We have rather Big machine 100GB+ memory and 8+ cores in it. Server wide MAXDOP=8.
T_SEQ_FF rowcount = 61692209, size = 2991152 KB
UPD 1:
Table T_SEQ_FF have two indexes:
1) create index idx_1 on T_SEQ_FF (first_num)
2) create index idx_2 on T_SEQ_FF (second_num)
Table T_SEQ_FF have first_num, second_num pairs of nums that should provide a sequence after cte:
;with first_entity as (
select first_num from T_SEQ_FF a where not exists (select 1 from T_SEQ_FF b where a.first_num = b.second_num)
) ,
cte as (
select a.first_num, a.second_num, a.first_num as first_key, 1 as sequence_count
from T_SEQ_FF a inner join first_entity b on a.first_num = b.first_num
union all
select a.first_num, a.second_num, cte.first_key, cte.sequence_count + 1
from T_SEQ_FF a
inner join cte on a.first_num = cte.second_num
)
select *
from cte
option (maxrecursion 0);
But when I run this query – I only see serial query plan without Parallelism.
If I remove 2nd part of CTE from query above:
union all
select a.first_num, a.second_num, cte.first_key, cte.sequence_count + 1
from T_SEQ_FF a
inner join cte on a.first_num = cte.second_num
then I could see that query plan becomes Parallelized using Repartition and Gather Streams.
So I can summarize that it is because of recurisve CTE SQL Server is not using Parallelism when processing this query.
I believe that on such big machine with tons of free resources Parallelism should help to finish query faster.

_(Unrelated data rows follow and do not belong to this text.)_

//! Published poses, put through the reader and through forward kinematics.

use balk::kinematics::{meets, tip_pose};
use balk::model::{Machine, Target};
use balk::read;
use nalgebra::{Isometry3, Matrix3, Vector3};

fn machine(text: &str) -> Machine {
    read::machine(text.as_bytes(), "test.toml").unwrap()
}

fn degrees<const N: usize>(values: [f64; N]) -> [f64; N] {
    values.map(f64::to_radians)
}

fn flange(machine: &Machine, values: &[f64]) -> Isometry3<f64> {
    tip_pose(machine, values, 0)
}

fn assert_origin(pose: &Isometry3<f64>, expected: [f64; 3], within: f64) {
    let miss = (pose.translation.vector - Vector3::from(expected)).amax();
    assert!(
        miss <= within,
        "origin {:?}, expected {expected:?}",
        pose.translation.vector
    );
}

fn assert_rotation(pose: &Isometry3<f64>, rows: [f64; 9], within: f64) {
    let actual = pose.rotation.to_rotation_matrix().into_inner();
    let miss = (actual - Matrix3::from_row_slice(&rows)).amax();
    assert!(miss <= within, "rotation {actual}, expected {rows:?}");
}

/// A small deterministic spread of joint values in degrees; sizes do not matter.
fn spread(joints: usize, sample: usize) -> Vec<f64> {
    (0..joints)
        .map(|k| (((sample * 7919 + k * 104_729) % 3600) as f64 * 0.1 - 180.0).to_radians())
        .collect()
}

/// The textbook six-joint arm in the standard convention, lengths in metres: Fu, Gonzalez & Lee,
/// *Robotics: Control, Sensing, Vision and Intelligence*, McGraw-Hill 1987, sec. 2.2 (table from
/// memory, poses recomputed; the pose at (90, 0, 90, 0, 0, 0) is the book's own check).
const TEXTBOOK_STANDARD: &str = r#"
[dh]
convention = "standard"
angles = "degrees"
rows = [
  { a = 0, alpha = -90, d = 0, theta = 0, limits = [-160, 160] },
  { a = 0.4318, alpha = 0, d = 0.14909, theta = 0, limits = [-225, 45] },
  { a = -0.02032, alpha = 90, d = 0, theta = 0, limits = [-45, 225] },
  { a = 0, alpha = -90, d = 0.43307, theta = 0, limits = [-110, 170] },
  { a = 0, alpha = 90, d = 0, theta = 0, limits = [-100, 100] },
  { a = 0, alpha = 0, d = 0.05625, theta = 0, limits = [-266, 266] },
]
"#;

/// The same arm in the modified convention: its `a` and `alpha` columns moved down one row, and
/// the last pair given to the tip. Follows from the two definitions.
const TEXTBOOK_SHIFTED: &str = r#"
[dh]
convention = "modified"
angles = "degrees"
rows = [
  { a = 0, alpha = 0, d = 0, theta = 0 },
  { a = 0, alpha = -90, d = 0.14909, theta = 0 },
  { a = 0.4318, alpha = 0, d = 0, theta = 0 },
  { a = -0.02032, alpha = 90, d = 0.43307, theta = 0 },
  { a = 0, alpha = -90, d = 0, theta = 0 },
  { a = 0, alpha = 90, d = 0.05625, theta = 0 },
]
"#;

#[test]
fn both_conventions_give_one_chain() {
    let standard = machine(TEXTBOOK_STANDARD);
    let modified = machine(TEXTBOOK_SHIFTED);
    for sample in 0..100 {
        let values = spread(6, sample);
        let [a, b] = [flange(&standard, &values), flange(&modified, &values)];
        let b_origin = b.translation.vector;
        assert_origin(&a, [b_origin.x, b_origin.y, b_origin.z], 1e-14);
        let rows = b.rotation.to_rotation_matrix().into_inner().transpose();
        assert_rotation(&a, rows.as_slice().try_into().unwrap(), 1e-14);
    }
}

#[test]
fn a_tip_on_a_table_sits_on_the_frame_after_its_row() {
    // In the standard convention that frame lies beyond the row's a and alpha; frame 2 of the
    // textbook arm at zero is 431.8 mm along x.
    let text = format!("{TEXTBOOK_STANDARD}\n[[tip]]\nname = \"upper\"\nparent = \"joint2\"\n");
    let arm = machine(&text);
    assert_origin(&flange(&arm, &[0.0; 6]), [0.4318, 0.14909, 0.0], 1e-14);
}

#[test]
fn textbook_arm_at_the_published_pose() {
    let pose = flange(
        &machine(TEXTBOOK_STANDARD),
        &degrees([90.0, 0.0, 90.0, 0.0, 0.0, 0.0]),
    );
    assert_rotation(
        &pose,
        [0.0, -1.0, 0.0, 0.0, 0.0, 1.0, -1.0, 0.0, 0.0],
        1e-14,
    );
    assert_origin(&pose, [-0.14909, 0.92112, 0.02032], 1e-14);
}

#[test]
fn textbook_arm_at_recomputed_poses() {
    let arm = machine(TEXTBOOK_STANDARD);
    let zero = flange(&arm, &[0.0; 6]);
    assert_rotation(&zero, [1.0, 0.0, 0.0, 0.0, 1.0, 0.0, 0.0, 0.0, 1.0], 1e-14);
    assert_origin(&zero, [0.41148, 0.14909, 0.48932], 1e-14);
    let pose = flange(&arm, &degrees([10.0, 20.0, 30.0, 40.0, 50.0, 60.0]));
    let rows = [
        -0.636562136,
        0.022715838,
        0.770890808,
        0.771180006,
        0.029595573,
        0.635928849,
        -0.008369299,
        0.999303804,
        -0.036357421,
    ];
    assert_rotation(&pose, rows, 1e-9);
    assert_origin(
        &pose,
        [0.730916094009, 0.308395181574, 0.144208650382],
        1e-12,
    );
}

/// Craig, *Introduction to Robotics: Mechanics and Control*, Fig. 3.21 and eqs 3.14 (table and
/// formula from memory, digits recomputed).
#[test]
fn textbook_arm_in_the_modified_convention() {
    let [a2, a3, d3, d4] = [0.4318, -0.02032, 0.14909, 0.43307];
    let arm = machine(&format!(
        r#"
        [dh]
        convention = "modified"
        angles = "degrees"
        rows = [
          {{ alpha = 0 }}, {{ alpha = -90 }}, {{ a = {a2}, d = {d3} }},
          {{ a = {a3}, alpha = -90, d = {d4} }}, {{ alpha = 90 }}, {{ alpha = -90 }},
        ]"#
    ));
    let values = degrees([10.0, 20.0, 30.0, 40.0, 50.0, 60.0]);
    assert_origin(
        &flange(&arm, &values),
        [0.034131834330, 0.157408316859, -0.410490304931],
        1e-12,
    );
    for sample in 0..100 {
        let values = spread(6, sample);
        let (s1, c1) = values[0].sin_cos();
        let (s2, c2) = values[1].sin_cos();
        let (s23, c23) = (values[1] + values[2]).sin_cos();
        let radius = a2 * c2 + a3 * c23 - d4 * s23;
        let expected = [
            c1 * radius - d3 * s1,
            s1 * radius + d3 * c1,
            -a3 * s23 - a2 * s2 - d4 * c23,
        ];
        assert_origin(&flange(&arm, &values), expected, 1e-14);
    }
}

/// Schilling, *Fundamentals of Robotics*, 1990 (table and limits from memory, poses recomputed).
#[test]
fn horizontal_arm_with_a_prismatic_joint() {
    let arm = machine(
        r#"
        [dh]
        convention = "standard"
        angles = "degrees"
        rows = [
          { a = 0.425, alpha = 180, d = 0.877, limits = [-150, 150] },
          { a = 0.375, limits = [-147, 147] },
          { kind = "prismatic", limits = [0, 0.195] },
          { d = 0.2 },
        ]"#,
    );
    let zero = flange(&arm, &[0.0; 4]);
    assert_rotation(
        &zero,
        [1.0, 0.0, 0.0, 0.0, -1.0, 0.0, 0.0, 0.0, -1.0],
        1e-14,
    );
    assert_origin(&zero, [0.8, 0.0, 0.677], 1e-14);
    let [a, b, d] = degrees([30.0, -60.0, 45.0]);
    assert_origin(
        &flange(&arm, &[a, b, 0.1, d]),
        [0.368060797, 0.5875, 0.577],
        1e-9,
    );
}

/// Craig, MATLAB exercises of chapters 3 and 4 (from memory, recomputed).
#[test]
fn planar_arm_with_three_joints() {
    let arm = machine(
        r#"
        [[joint]]
        name = "a"
        kind = "revolute"
        [[joint]]
        name = "b"
        kind = "revolute"
        xyz = [4, 0, 0]
        [[joint]]
        name = "c"
        kind = "revolute"
        xyz = [3, 0, 0]
        [[tip]]
        name = "end"
        xyz = [2, 0, 0]
        "#,
    );
    assert_origin(&flange(&arm, &[0.0; 3]), [9.0, 0.0, 0.0], 1e-14);
    let pose = flange(&arm, &degrees([10.0, 20.0, 30.0]));
    assert_origin(&pose, [7.537307, 3.926644, 0.0], 1e-6);
    assert!((pose.rotation.angle().to_degrees() - 60.0).abs() < 1e-12);
    let pose = flange(&arm, &degrees([90.0, 90.0, 90.0]));
    assert_origin(&pose, [-3.0, 2.0, 0.0], 1e-14);
    assert_rotation(&pose, [0.0, 1.0, 0.0, -1.0, 0.0, 0.0, 0.0, 0.0, 1.0], 1e-14);
}

/// Rodrigues 1840; exact rationals.
#[test]
fn turns_about_slanted_axes() {
    let about = |axis: &str, degrees: f64| {
        let text = format!(
            "[[joint]]\nname = \"a\"\nkind = \"revolute\"\naxis = {axis}\n[[tip]]\nname = \"end\"\n"
        );
        flange(&machine(&text), &[degrees.to_radians()])
    };
    assert_rotation(
        &about("[1, 1, 1]", 120.0),
        [0.0, 0.0, 1.0, 1.0, 0.0, 0.0, 0.0, 1.0, 0.0],
        1e-15,
    );
    let ninths = [1.0, -4.0, 8.0, 8.0, 4.0, 1.0, -4.0, 7.0, 4.0].map(|k: f64| k / 9.0);
    assert_rotation(&about("[1e-200, 2e-200, 2e-200]", 90.0), ninths, 1e-14);
}

/// Fixed-axis roll, pitch, yaw as in the open robot description format: first roll about x, then
/// pitch about y, finally yaw about z (joint page of the specification; digits recomputed).
#[test]
fn roll_pitch_yaw_is_about_fixed_axes_in_that_order() {
    let turned = |rpy: &str| {
        let text =
            format!("[[joint]]\nname = \"a\"\nkind = \"fixed\"\n{rpy}\n[[tip]]\nname = \"end\"\n");
        flange(&machine(&text), &[0.0])
    };
    let rows = [
        0.936293363584199,
        -0.275095847318244,
        0.218350663146334,
        0.289629477625516,
        0.956425085849232,
        -0.036957013524625,
        -0.198669330795061,
        0.097843395007256,
        0.975170327201816,
    ];
    assert_rotation(&turned("rpy = [0.1, 0.2, 0.3]"), rows, 1e-14);
    assert_rotation(
        &turned("rpy_deg = [90, 90, 90]"),
        [0.0, 0.0, 1.0, 0.0, 1.0, 0.0, -1.0, 0.0, 0.0],
        1e-15,
    );
}

#[test]
fn joints_may_stand_before_their_parents_and_followers_before_their_leaders() {
    let arm = machine(
        r#"
        [[joint]]
        name = "hand"
        kind = "revolute"
        parent = "arm"
        xyz = [1, 0, 0]
        follows = { joint = "arm", ratio = -0.5, offset_deg = 45 }
        [[joint]]
        name = "arm"
        kind = "revolute"
        parent = "base"
        [[tip]]
        name = "end"
        parent = "hand"
        xyz = [1, 0, 0]
        "#,
    );
    let names: Vec<&str> = arm.joints.iter().map(|joint| joint.name.as_str()).collect();
    assert_eq!(names, ["arm", "hand"]);
    // arm 90, hand 45 - 45 = 0: straight along y. What is said of the follower does not matter.
    assert_origin(
        &flange(&arm, &[90f64.to_radians(), 3.0]),
        [0.0, 2.0, 0.0],
        1e-14,
    );
}

fn target(machine: &Machine, text: &str) -> Target {
    let line = read::Line {
        number: 1,
        bytes: Some(text.as_bytes().to_vec()),
    };
    read::target(&line, "test.jsonl", machine).unwrap()
}

const ONE_JOINT: &str = "[[joint]]\nname = \"a\"\nkind = \"revolute\"\nlimits = [-1, 1]\n\
                         [[tip]]\nname = \"end\"\nxyz = [1, 0, 0]\n";

#[test]
fn a_posture_beyond_a_limit_does_not_meet() {
    let arm = machine(ONE_JOINT);
    let anywhere = target(&arm, r#"{"xyz":[0,0,0],"xyz_within":2}"#);
    assert!(meets(&arm, &anywhere, &[1.0], 0.0));
    assert!(!meets(&arm, &anywhere, &[1f64.next_up()], 1e-9));
    assert!(!meets(&arm, &anywhere, &[f64::NAN], 1e-9));
}

#[test]
fn the_box_is_kept_along_each_axis() {
    let arm = machine(ONE_JOINT);
    let near = target(&arm, r#"{"xyz":[1,0.25,0],"xyz_within":[0.5,0.25,0]}"#);
    assert!(meets(&arm, &near, &[0.0], 0.0));
    assert!(!meets(&arm, &near, &[-1e-8], 1e-9));
    assert!(meets(&arm, &near, &[-1e-10], 1e-9));
}

#[test]
fn small_turns_are_told_apart() {
    // The cosine of 1e-8 is 1 in double precision, so the trace alone would see no turn at all.
    let arm = machine(ONE_JOINT);
    let turned = target(
        &arm,
        r#"{"xyz":[1,0,0],"xyz_within":1,"quat":[1,0,0,0],"turn_within":1e-8}"#,
    );
    assert!(meets(&arm, &turned, &[0.99e-8], 0.0));
    assert!(!meets(&arm, &turned, &[1.01e-8], 0.0));
}

#[test]
fn half_turns_are_told_apart() {
    let arm = machine(&ONE_JOINT.replace("limits = [-1, 1]\n", ""));
    let within = std::f64::consts::PI - 1e-8;
    let turned = target(
        &arm,
        &format!(r#"{{"xyz":[1,0,0],"xyz_within":3,"quat":[1,0,0,0],"turn_within":{within}}}"#),
    );
    assert!(meets(&arm, &turned, &[within - 1e-10], 0.0));
    assert!(!meets(&arm, &turned, &[within + 1e-10], 0.0));
}

#[test]
fn every_cone_must_hold() {
    let arm = machine(ONE_JOINT);
    let two = target(
        &arm,
        r#"{"xyz":[1,0,0],"xyz_within":2,"axis":[
            {"tip":[0,0,5],"base":[0,0,1],"within":0},
            {"tip":[1,0,0],"base":[1,0,0],"within_deg":10}]}"#,
    );
    assert!(meets(&arm, &two, &degrees([9.99]), 0.0));
    assert!(!meets(&arm, &two, &degrees([10.01]), 1e-9));
}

For now it runs for ~40-50mins.
Could you advice how to use as much resources as we can to finish the query faster?
CTE is the only option because we need to populate sequences from first_num - second_num pairs and those sequences could be of any length.
I would try rewriting the CTE to remove one of the steps i.e.
If there is only one root element it would be better to pass this into the query as a variable so the value can be used by the query optimizer.
Another thing to try is change the query to get the root elements without a subquery i.e. second_num is null or first_num = second_num.